Most of these organisations are based in Thailand, from where they have arranged cross-border aid to some of the poorest and most oppressed areas in Burma. Cross-border delivery of aid has been essential for IDP survival for over 20 years, and due to the proximity of many IDPs to Thailand, combined with the difficulty of reaching them from inside Burma, it will continue to be relevant in the future. While there has been a recent relaxation of government restrictions on access into some conflict-affected areas in southeast Burma (TBC, 2012c), most communities remain out of reach from inside. Recent funding cuts on the border have, regrettably, forced many organisations such as the KORD to cut back on crucial assistance to IDPs (Saw Yan Naing, May, 2012). (For more information on recent funding cuts on the border, see Funding cuts on the border).
Since the reforms started in 2011, there has been renewed optimism that the recent developments could bring about an end to the armed conflicts between the government and a number of ethnic armed groups.
“We have great hopes for peace but we still have doubts about the process. We can’t trust the ceasefire agreement 100%, but only about 50%. If the ceasefire can be sustained, people’s livelihoods will become more stable. There hasn’t been much change in the short period so far, but at least we can say that we are more confident.” (Karenni Woman, Phruso Township, June 2012, KSWDC interview; TBC, 2012c, p. 18)
Recent stalling or even backtracking of the reform process and lack of genuine political dialogue is, however, increasingly burying the dreams for genuine peace in the near future. For sustainable peace to become reality, ceasefires will need to move to genuine political dialogue, and the deep-seated mistrust that the displaced people of Burma have developed towards the government and its military will need to be addressed. The government of Burma must acknowledge that torture and other violations are taking place, take steps to end these practices, address the complex needs of survivors, and end impunity. Acknowledging victims and survivors of past abuses will be a key for national reconciliation.

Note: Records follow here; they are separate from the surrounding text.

import { useFormatters, useWords } from '../../../lib/i18n/index.js';
import { useTranslation } from 'react-i18next';
import { capitalise } from '@homeground/shared';
import { Drop20Regular, Ruler20Regular } from '@fluentui/react-icons';
import type { SpeciesDetail } from '../../../api/species/species.api.js';
import { SECTION_FIELDS } from '../utils/source-labels.js';
import { FactList } from './fact-list.js';
import { FactSection } from './fact-section.js';
import { SourceNote } from './source-note.js';

/** Where it grows: light, moisture, soil and the plant communities it belongs to. */
export function GrowingConditions({ species }: { species: SpeciesDetail }) {
  const { t } = useTranslation('detail');
  const words = useWords();
  return (
    <FactSection title={t('conditions.title')} icon={<Drop20Regular />}>
      <FactList
        facts={[
          [t('conditions.sun'), words.sunPhrase(species.sun)],
          [t('conditions.moisture'), words.moisturePhrase(species.moisture)],
          [t('conditions.soil'), words.soilPhrase(species.soilTextures)],
          [t('conditions.habitats'), capitalise(words.join(species.habitats.map((h) => words.habitat[h])))],
        ]}
      />
      <SourceNote sources={species.sources} fields={SECTION_FIELDS.conditions} />
    </FactSection>
  );
}

/** Size and habit: height and spread in both unit systems, form, lifespan, spread and deer. */
export function SizeAndHabit({ species }: { species: SpeciesDetail }) {
  const { t } = useTranslation('detail');
  const f = useFormatters();
  const words = useWords();
  return (
    <FactSection title={t('size.title')} icon={<Ruler20Regular />}>
      <FactList
        facts={[
          [t('size.height'), f.heightRange(species.heightCm.min, species.heightCm.max)],
          [t('size.spread'), f.heightRange(species.spreadCm.min, species.spreadCm.max)],
          [t('size.growthForm'), capitalise(words.growthForm[species.growthForm])],
          [t('size.lifespan'), capitalise(words.lifespan[species.lifespan])],
          [t('size.spreadHabit'), words.habitLine(words.spreadHabit[species.spreadHabit])],
          [t('size.deer'), words.habitLine(words.deerResistance[species.deerResistance])],
        ]}
      />
      <SourceNote sources={species.sources} fields={SECTION_FIELDS.size} />
    </FactSection>
  );
}
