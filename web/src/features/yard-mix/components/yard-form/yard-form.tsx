import { useTranslation } from 'react-i18next';
import { Button, Checkbox } from '@fluentui/react-components';
import { ArrowLeft20Regular, ArrowRight20Regular } from '@fluentui/react-icons';
import type { Goal, SiteRequest } from '@homeground/shared';
import { useEffect, useId, useRef, useState, type FormEvent } from 'react';
import { useFormatters } from '../../../../lib/i18n/index.js';
import type { AreaUnit } from '../../utils/mix-plan.js';
import { ChoiceField } from './choice-field.js';
import { MeasureField } from './measure-field.js';
import {
  DEER_CHOICES,
  GOAL_CHOICES,
  MOISTURE_CHOICES,
  SOIL_CHOICES,
  SUN_CHOICES,
  type Choice,
} from '../../utils/yard-form-choices.js';
import {
  checkYard,
  type HeightUnit,
  otherAreaUnit,
  otherHeightUnit,
  type YardErrors,
  type YardField,
  type YardFormValues,
} from '../../utils/yard-form-values.js';
import { useYardFormStyles } from './yard-form.styles.js';

const AREA_UNITS = [
  { value: 'ft2', label: 'ft²', spoken: 'square feet' },
  { value: 'm2', label: 'm²', spoken: 'square metres' },
] as const;
const HEIGHT_UNITS = [
  { value: 'ft', label: 'ft', spoken: 'feet' },
  { value: 'cm', label: 'cm', spoken: 'centimetres' },
] as const;

export interface YardFormProps {
  initial: YardFormValues;
  onSubmit: (site: SiteRequest, areaUnit: AreaUnit) => void;
  onBack?: () => void;
}

/** Step 2: the questions about the spot, checked before anything is sent, with messages beside each field. */
export function YardForm({ initial, onSubmit, onBack }: YardFormProps) {
  const styles = useYardFormStyles();
  const { t } = useTranslation('yard');
  const f = useFormatters();
  /** A choice list with its words in the page's language (the English in yard-form-choices.ts is the default). */
  const say = <V extends string>(group: 'sun' | 'moisture' | 'soil' | 'deer' | 'goal', list: readonly Choice<V>[]) =>
    list.map((c) => {
      const key = `choices.${group}.${c.value || 'none'}` as 'choices.sun.full';
      return {
        ...c,
        label: t(`${key}.label`, { defaultValue: c.label }),
        line: t(`${key}.line`, { defaultValue: c.line }),
      };
    });
  const formRef = useRef<HTMLFormElement>(null);
  const [values, setValues] = useState<YardFormValues>(initial);
  const [errors, setErrors] = useState<YardErrors>({});
  const [attempt, setAttempt] = useState(0);
  const goalsLabelId = useId();

  // After a rejected submit, focus lands on the first question with a problem.
  useEffect(() => {
    if (attempt === 0) return;
    const invalid = formRef.current?.querySelector<HTMLElement>('[aria-invalid="true"]');
    const target =
      invalid && invalid.matches('input, select, textarea') ? invalid : invalid?.querySelector<HTMLElement>('input');
    target?.focus();
  }, [attempt]);

  const set = <K extends keyof YardFormValues>(key: K, value: YardFormValues[K], field?: YardField) => {
    setValues((v) => ({ ...v, [key]: value }));
    if (field) setErrors((e) => ({ ...e, [field]: undefined }));
  };

  const toggleGoal = (goal: Goal, on: boolean) =>
    set('goals', on ? [...values.goals, goal] : values.goals.filter((g) => g !== goal), 'goals');

  const submit = (event: FormEvent) => {
    event.preventDefault();
    const check = checkYard(values, { t, f });
    if (!check.ok) {
      setErrors(check.errors);
      setAttempt((n) => n + 1);
      return;
    }
    setErrors({});
    onSubmit(check.site, check.areaUnit);
  };

  return (
    <form ref={formRef} className={styles.form} onSubmit={submit} noValidate aria-label={t('form.label')}>
      <fieldset className={styles.group}>
        <legend className={styles.legend}>{t('form.lightSoil')}</legend>
        <ChoiceField
          name="sun"
          label={t('form.sun')}
          required
          choices={say('sun', SUN_CHOICES)}
          value={values.sun}
          onChange={(v) => set('sun', v, 'sun')}
          error={errors.sun}
        />
        <ChoiceField
          name="moisture"
          label={t('form.moisture')}
          required
          choices={say('moisture', MOISTURE_CHOICES)}
          value={values.moisture}
          onChange={(v) => set('moisture', v, 'moisture')}
          error={errors.moisture}
        />
        <ChoiceField
          name="soilTexture"
          label={t('form.soil')}
          choices={say('soil', SOIL_CHOICES)}
          value={values.soilTexture}
          onChange={(v) => set('soilTexture', v, 'soilTexture')}
          error={errors.soilTexture}
        />
      </fieldset>

      <fieldset className={styles.group}>
        <legend className={styles.legend}>{t('form.size')}</legend>
        <MeasureField<AreaUnit>
          name="area"
          label={t('form.area')}
          required
          hint={t('form.areaHint')}
          value={values.area}
          onChange={(v) => set('area', v, 'area')}
          unit={values.areaUnit}
          units={AREA_UNITS}
          onUnitChange={(u) => set('areaUnit', u, 'area')}
          other={otherAreaUnit(values, { t, f })}
          error={errors.area}
        />
        <MeasureField<HeightUnit>
          name="maxHeight"
          label={t('form.maxHeight')}
          hint={t('form.maxHeightHint')}
          value={values.maxHeight}
          onChange={(v) => set('maxHeight', v, 'maxHeight')}
          unit={values.heightUnit}
          units={HEIGHT_UNITS}
          onUnitChange={(u) => set('heightUnit', u, 'maxHeight')}
          other={otherHeightUnit(values, { t, f })}
          error={errors.maxHeight}
        />
      </fieldset>

      <fieldset className={styles.group}>
        <legend className={styles.legend}>{t('form.deerGoals')}</legend>
        <ChoiceField
          name="deerPressure"
          label={t('form.deer')}
          required
          choices={say('deer', DEER_CHOICES)}
          value={values.deerPressure}
          onChange={(v) => set('deerPressure', v, 'deerPressure')}
          error={errors.deerPressure}
        />
        <div role="group" aria-labelledby={goalsLabelId}>
          <p id={goalsLabelId} className={styles.groupLabel}>
            {t('form.goals')}
          </p>
          <div className={styles.goals}>
            {say('goal', GOAL_CHOICES).map((g) => (
              <Checkbox
                key={g.value}
                className={styles.goal}
                indicator={{ className: styles.goalIndicator }}
                name="goals"
                value={g.value}
                checked={values.goals.includes(g.value)}
                onChange={(_, d) => toggleGoal(g.value, d.checked === true)}
                label={
                  <span>
                    <span className={styles.goalName}>{g.label}</span>
                    <span className={styles.goalLine}>{g.line}</span>
                  </span>
                }
              />
            ))}
          </div>
        </div>
        <Checkbox
          name="woodyPlants"
          checked={values.woodyPlants}
          onChange={(_, d) => set('woodyPlants', d.checked === true)}
          label={t('form.woody')}
        />
        <Checkbox
          name="spreaders"
          checked={values.spreaders}
          onChange={(_, d) => set('spreaders', d.checked === true)}
          label={t('form.spreaders')}
        />
      </fieldset>

      <div className={styles.actions}>
        <Button type="submit" appearance="primary" size="large" icon={<ArrowRight20Regular />} iconPosition="after">
          {t('form.submit')}
        </Button>
        {onBack ? (
          <Button type="button" appearance="subtle" icon={<ArrowLeft20Regular />} onClick={onBack}>
            {t('form.back')}
          </Button>
        ) : null}
      </div>
    </form>
  );
}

“If this peace agreement breaks down, our life will be worse than before. In our history, we have been cheated by the Burmans many times. We do not trust them, and the Burmans do not trust us. Our ancestors said that when we eat fruit from a fig tree, we should also listen for arrows. We have to be cautious.” (Karen man, Dawei Township, June 2012, CIDKP focus group discussion; TBC, 2012c, p. 12)
“I don’t dare to go back to my original village or to rebuild in a new village yet. In 2004 when KNU and the Government established a gentlemen’s agreement, I started cultivating a hillside paddy field close to the road. But the agreement broke down and I had to run deeper into the forest again. So I don’t know if I can trust the Tatmadaw this time.” (Karen Man, Hpapun Township, May 2012, KORD focus group discussion; TBC, 2012c, p. 40)
As Burma has undergone a number of changes during the past years, there are now hopes that conditions might be developed into such that IDPs and refugees may at last be able to go home. Meanwhile, it is imperative that the humanitarian needs of hundreds of thousands of IDPs are not forgotten, and movement back to the displaced persons’ former villages is not encouraged until there is genuine and lasting peace.